The job is to output each record again, character for character.
START Extracted records
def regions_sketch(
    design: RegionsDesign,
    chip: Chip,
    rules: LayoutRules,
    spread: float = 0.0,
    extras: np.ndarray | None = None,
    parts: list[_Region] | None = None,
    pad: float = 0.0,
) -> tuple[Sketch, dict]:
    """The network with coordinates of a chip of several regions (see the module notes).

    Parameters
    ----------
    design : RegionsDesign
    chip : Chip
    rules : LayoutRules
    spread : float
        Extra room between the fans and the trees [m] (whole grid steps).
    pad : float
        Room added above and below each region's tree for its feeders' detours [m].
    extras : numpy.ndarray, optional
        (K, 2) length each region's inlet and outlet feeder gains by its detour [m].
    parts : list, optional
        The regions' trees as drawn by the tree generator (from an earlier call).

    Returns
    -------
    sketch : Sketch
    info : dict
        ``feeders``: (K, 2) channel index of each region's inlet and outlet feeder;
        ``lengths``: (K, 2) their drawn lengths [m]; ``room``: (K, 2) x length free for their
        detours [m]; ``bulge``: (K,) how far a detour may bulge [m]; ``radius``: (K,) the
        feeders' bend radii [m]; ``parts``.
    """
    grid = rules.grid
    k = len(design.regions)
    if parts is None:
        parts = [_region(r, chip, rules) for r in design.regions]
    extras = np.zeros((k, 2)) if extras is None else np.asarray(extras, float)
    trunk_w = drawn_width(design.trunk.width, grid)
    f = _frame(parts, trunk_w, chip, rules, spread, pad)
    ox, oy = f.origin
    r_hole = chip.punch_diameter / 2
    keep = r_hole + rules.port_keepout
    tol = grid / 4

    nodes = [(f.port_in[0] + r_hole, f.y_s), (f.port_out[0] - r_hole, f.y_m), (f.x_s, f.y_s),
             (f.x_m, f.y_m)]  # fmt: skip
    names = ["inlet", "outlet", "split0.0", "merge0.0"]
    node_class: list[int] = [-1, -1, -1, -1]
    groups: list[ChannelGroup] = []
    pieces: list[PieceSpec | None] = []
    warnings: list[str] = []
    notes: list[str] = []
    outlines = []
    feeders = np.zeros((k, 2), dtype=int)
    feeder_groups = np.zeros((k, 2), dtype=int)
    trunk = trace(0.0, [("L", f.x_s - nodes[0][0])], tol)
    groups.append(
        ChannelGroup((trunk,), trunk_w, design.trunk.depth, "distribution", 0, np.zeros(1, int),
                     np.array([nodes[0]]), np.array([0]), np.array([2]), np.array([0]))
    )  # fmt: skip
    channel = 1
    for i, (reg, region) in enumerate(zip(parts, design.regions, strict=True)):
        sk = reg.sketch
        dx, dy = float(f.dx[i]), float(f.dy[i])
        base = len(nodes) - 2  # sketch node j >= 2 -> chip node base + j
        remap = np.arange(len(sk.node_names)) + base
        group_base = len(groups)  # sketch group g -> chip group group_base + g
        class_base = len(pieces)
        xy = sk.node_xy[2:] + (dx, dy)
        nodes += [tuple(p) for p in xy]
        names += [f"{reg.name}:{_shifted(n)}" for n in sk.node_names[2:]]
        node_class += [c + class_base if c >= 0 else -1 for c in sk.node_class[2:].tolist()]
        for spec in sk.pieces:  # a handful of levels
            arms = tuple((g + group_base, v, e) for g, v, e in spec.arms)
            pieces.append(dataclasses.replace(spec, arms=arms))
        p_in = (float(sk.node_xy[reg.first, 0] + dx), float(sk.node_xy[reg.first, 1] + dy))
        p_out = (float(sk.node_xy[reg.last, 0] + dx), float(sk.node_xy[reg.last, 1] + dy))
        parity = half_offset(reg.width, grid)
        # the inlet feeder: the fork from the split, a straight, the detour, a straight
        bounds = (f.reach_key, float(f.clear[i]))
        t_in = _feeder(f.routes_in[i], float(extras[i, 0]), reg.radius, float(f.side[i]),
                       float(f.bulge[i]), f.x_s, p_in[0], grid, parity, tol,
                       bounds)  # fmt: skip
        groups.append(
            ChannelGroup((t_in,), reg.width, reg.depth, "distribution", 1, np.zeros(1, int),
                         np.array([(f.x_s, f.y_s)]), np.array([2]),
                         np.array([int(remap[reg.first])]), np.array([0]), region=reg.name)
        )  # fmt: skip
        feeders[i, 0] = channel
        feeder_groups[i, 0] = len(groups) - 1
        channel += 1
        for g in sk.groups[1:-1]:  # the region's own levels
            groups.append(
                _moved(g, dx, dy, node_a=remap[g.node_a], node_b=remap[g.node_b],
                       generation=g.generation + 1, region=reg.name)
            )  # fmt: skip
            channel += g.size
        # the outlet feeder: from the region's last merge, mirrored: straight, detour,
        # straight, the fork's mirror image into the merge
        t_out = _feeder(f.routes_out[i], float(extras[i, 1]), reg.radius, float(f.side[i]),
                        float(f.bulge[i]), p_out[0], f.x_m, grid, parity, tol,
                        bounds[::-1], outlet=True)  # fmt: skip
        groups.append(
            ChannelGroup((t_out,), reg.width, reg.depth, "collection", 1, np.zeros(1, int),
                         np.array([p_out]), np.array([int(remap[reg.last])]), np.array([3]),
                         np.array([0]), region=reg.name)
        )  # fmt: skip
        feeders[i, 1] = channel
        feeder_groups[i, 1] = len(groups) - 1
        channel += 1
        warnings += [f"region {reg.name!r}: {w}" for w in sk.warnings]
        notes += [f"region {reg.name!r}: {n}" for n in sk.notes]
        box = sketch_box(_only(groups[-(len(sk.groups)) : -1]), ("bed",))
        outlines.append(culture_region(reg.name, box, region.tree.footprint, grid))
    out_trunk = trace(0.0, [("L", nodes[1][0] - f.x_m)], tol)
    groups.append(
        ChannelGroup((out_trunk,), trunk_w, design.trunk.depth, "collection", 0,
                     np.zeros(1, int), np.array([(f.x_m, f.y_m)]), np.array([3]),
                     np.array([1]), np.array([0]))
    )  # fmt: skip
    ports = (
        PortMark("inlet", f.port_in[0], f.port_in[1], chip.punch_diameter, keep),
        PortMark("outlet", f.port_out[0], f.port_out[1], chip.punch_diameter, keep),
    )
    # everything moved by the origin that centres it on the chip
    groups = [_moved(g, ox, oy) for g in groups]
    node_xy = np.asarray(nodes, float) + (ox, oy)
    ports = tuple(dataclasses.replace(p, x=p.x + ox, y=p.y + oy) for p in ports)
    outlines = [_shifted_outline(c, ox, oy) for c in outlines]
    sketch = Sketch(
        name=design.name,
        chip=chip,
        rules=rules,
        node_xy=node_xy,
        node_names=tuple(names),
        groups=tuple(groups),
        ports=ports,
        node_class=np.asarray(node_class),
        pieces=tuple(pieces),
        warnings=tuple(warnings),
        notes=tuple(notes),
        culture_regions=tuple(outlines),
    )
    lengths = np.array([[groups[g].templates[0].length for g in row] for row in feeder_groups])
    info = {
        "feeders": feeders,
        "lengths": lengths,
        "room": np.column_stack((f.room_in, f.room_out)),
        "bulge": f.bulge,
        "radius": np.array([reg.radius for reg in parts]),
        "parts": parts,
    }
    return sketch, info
END Extracted records
* **Solution to this problem**:
def regions_sketch(
    design: RegionsDesign,
    chip: Chip,
    rules: LayoutRules,
    spread: float = 0.0,
    extras: np.ndarray | None = None,
    parts: list[_Region] | None = None,
    pad: float = 0.0,
) -> tuple[Sketch, dict]:
    """The network with coordinates of a chip of several regions (see the module notes).

    Parameters
    ----------
    design : RegionsDesign
    chip : Chip
    rules : LayoutRules
    spread : float
        Extra room between the fans and the trees [m] (whole grid steps).
    pad : float
        Room added above and below each region's tree for its feeders' detours [m].
    extras : numpy.ndarray, optional
        (K, 2) length each region's inlet and outlet feeder gains by its detour [m].
    parts : list, optional
        The regions' trees as drawn by the tree generator (from an earlier call).

    Returns
    -------
    sketch : Sketch
    info : dict
        ``feeders``: (K, 2) channel index of each region's inlet and outlet feeder;
        ``lengths``: (K, 2) their drawn lengths [m]; ``room``: (K, 2) x length free for their
        detours [m]; ``bulge``: (K,) how far a detour may bulge [m]; ``radius``: (K,) the
        feeders' bend radii [m]; ``parts``.
    """
    grid = rules.grid
    k = len(design.regions)
    if parts is None:
        parts = [_region(r, chip, rules) for r in design.regions]
    extras = np.zeros((k, 2)) if extras is None else np.asarray(extras, float)
    trunk_w = drawn_width(design.trunk.width, grid)
    f = _frame(parts, trunk_w, chip, rules, spread, pad)
    ox, oy = f.origin
    r_hole = chip.punch_diameter / 2
    keep = r_hole + rules.port_keepout
    tol = grid / 4

    nodes = [(f.port_in[0] + r_hole, f.y_s), (f.port_out[0] - r_hole, f.y_m), (f.x_s, f.y_s),
             (f.x_m, f.y_m)]  # fmt: skip
    names = ["inlet", "outlet", "split0.0", "merge0.0"]
    node_class: list[int] = [-1, -1, -1, -1]
    groups: list[ChannelGroup] = []
    pieces: list[PieceSpec | None] = []
    warnings: list[str] = []
    notes: list[str] = []
    outlines = []
    feeders = np.zeros((k, 2), dtype=int)
    feeder_groups = np.zeros((k, 2), dtype=int)
    trunk = trace(0.0, [("L", f.x_s - nodes[0][0])], tol)
    groups.append(
        ChannelGroup((trunk,), trunk_w, design.trunk.depth, "distribution", 0, np.zeros(1, int),
                     np.array([nodes[0]]), np.array([0]), np.array([2]), np.array([0]))
    )  # fmt: skip
    channel = 1
    for i, (reg, region) in enumerate(zip(parts, design.regions, strict=True)):
        sk = reg.sketch
        dx, dy = float(f.dx[i]), float(f.dy[i])
        base = len(nodes) - 2  # sketch node j >= 2 -> chip node base + j
        remap = np.arange(len(sk.node_names)) + base
        group_base = len(groups)  # sketch group g -> chip group group_base + g
        class_base = len(pieces)
        xy = sk.node_xy[2:] + (dx, dy)
        nodes += [tuple(p) for p in xy]
        names += [f"{reg.name}:{_shifted(n)}" for n in sk.node_names[2:]]
        node_class += [c + class_base if c >= 0 else -1 for c in sk.node_class[2:].tolist()]
        for spec in sk.pieces:  # a handful of levels
            arms = tuple((g + group_base, v, e) for g, v, e in spec.arms)
            pieces.append(dataclasses.replace(spec, arms=arms))
        p_in = (float(sk.node_xy[reg.first, 0] + dx), float(sk.node_xy[reg.first, 1] + dy))
        p_out = (float(sk.node_xy[reg.last, 0] + dx), float(sk.node_xy[reg.last, 1] + dy))
        parity = half_offset(reg.width, grid)
        # the inlet feeder: the fork from the split, a straight, the detour, a straight
        bounds = (f.reach_key, float(f.clear[i]))
        t_in = _feeder(f.routes_in[i], float(extras[i, 0]), reg.radius, float(f.side[i]),
                       float(f.bulge[i]), f.x_s, p_in[0], grid, parity, tol,
                       bounds)  # fmt: skip
        groups.append(
            ChannelGroup((t_in,), reg.width, reg.depth, "distribution", 1, np.zeros(1, int),
                         np.array([(f.x_s, f.y_s)]), np.array([2]),
                         np.array([int(remap[reg.first])]), np.array([0]), region=reg.name)
        )  # fmt: skip
        feeders[i, 0] = channel
        feeder_groups[i, 0] = len(groups) - 1
        channel += 1
        for g in sk.groups[1:-1]:  # the region's own levels
            groups.append(
                _moved(g, dx, dy, node_a=remap[g.node_a], node_b=remap[g.node_b],
                       generation=g.generation + 1, region=reg.name)
            )  # fmt: skip
            channel += g.size
        # the outlet feeder: from the region's last merge, mirrored: straight, detour,
        # straight, the fork's mirror image into the merge
        t_out = _feeder(f.routes_out[i], float(extras[i, 1]), reg.radius, float(f.side[i]),
                        float(f.bulge[i]), p_out[0], f.x_m, grid, parity, tol,
                        bounds[::-1], outlet=True)  # fmt: skip
        groups.append(
            ChannelGroup((t_out,), reg.width, reg.depth, "collection", 1, np.zeros(1, int),
                         np.array([p_out]), np.array([int(remap[reg.last])]), np.array([3]),
                         np.array([0]), region=reg.name)
        )  # fmt: skip
        feeders[i, 1] = channel
        feeder_groups[i, 1] = len(groups) - 1
        channel += 1
        warnings += [f"region {reg.name!r}: {w}" for w in sk.warnings]
        notes += [f"region {reg.name!r}: {n}" for n in sk.notes]
        box = sketch_box(_only(groups[-(len(sk.groups)) : -1]), ("bed",))
        outlines.append(culture_region(reg.name, box, region.tree.footprint, grid))
    out_trunk = trace(0.0, [("L", nodes[1][0] - f.x_m)], tol)
    groups.append(
        ChannelGroup((out_trunk,), trunk_w, design.trunk.depth, "collection", 0,
                     np.zeros(1, int), np.array([(f.x_m, f.y_m)]), np.array([3]),
                     np.array([1]), np.array([0]))
    )  # fmt: skip
    ports = (
        PortMark("inlet", f.port_in[0], f.port_in[1], chip.punch_diameter, keep),
        PortMark("outlet", f.port_out[0], f.port_out[1], chip.punch_diameter, keep),
    )
    # everything moved by the origin that centres it on the chip
    groups = [_moved(g, ox, oy) for g in groups]
    node_xy = np.asarray(nodes, float) + (ox, oy)
    ports = tuple(dataclasses.replace(p, x=p.x + ox, y=p.y + oy) for p in ports)
    outlines = [_shifted_outline(c, ox, oy) for c in outlines]
    sketch = Sketch(
        name=design.name,
        chip=chip,
        rules=rules,
        node_xy=node_xy,
        node_names=tuple(names),
        groups=tuple(groups),
        ports=ports,
        node_class=np.asarray(node_class),
        pieces=tuple(pieces),
        warnings=tuple(warnings),
        notes=tuple(notes),
        culture_regions=tuple(outlines),
    )
    lengths = np.array([[groups[g].templates[0].length for g in row] for row in feeder_groups])
    info = {
        "feeders": feeders,
        "lengths": lengths,
        "room": np.column_stack((f.room_in, f.room_out)),
        "bulge": f.bulge,
        "radius": np.array([reg.radius for reg in parts]),
        "parts": parts,
    }
    return sketch, info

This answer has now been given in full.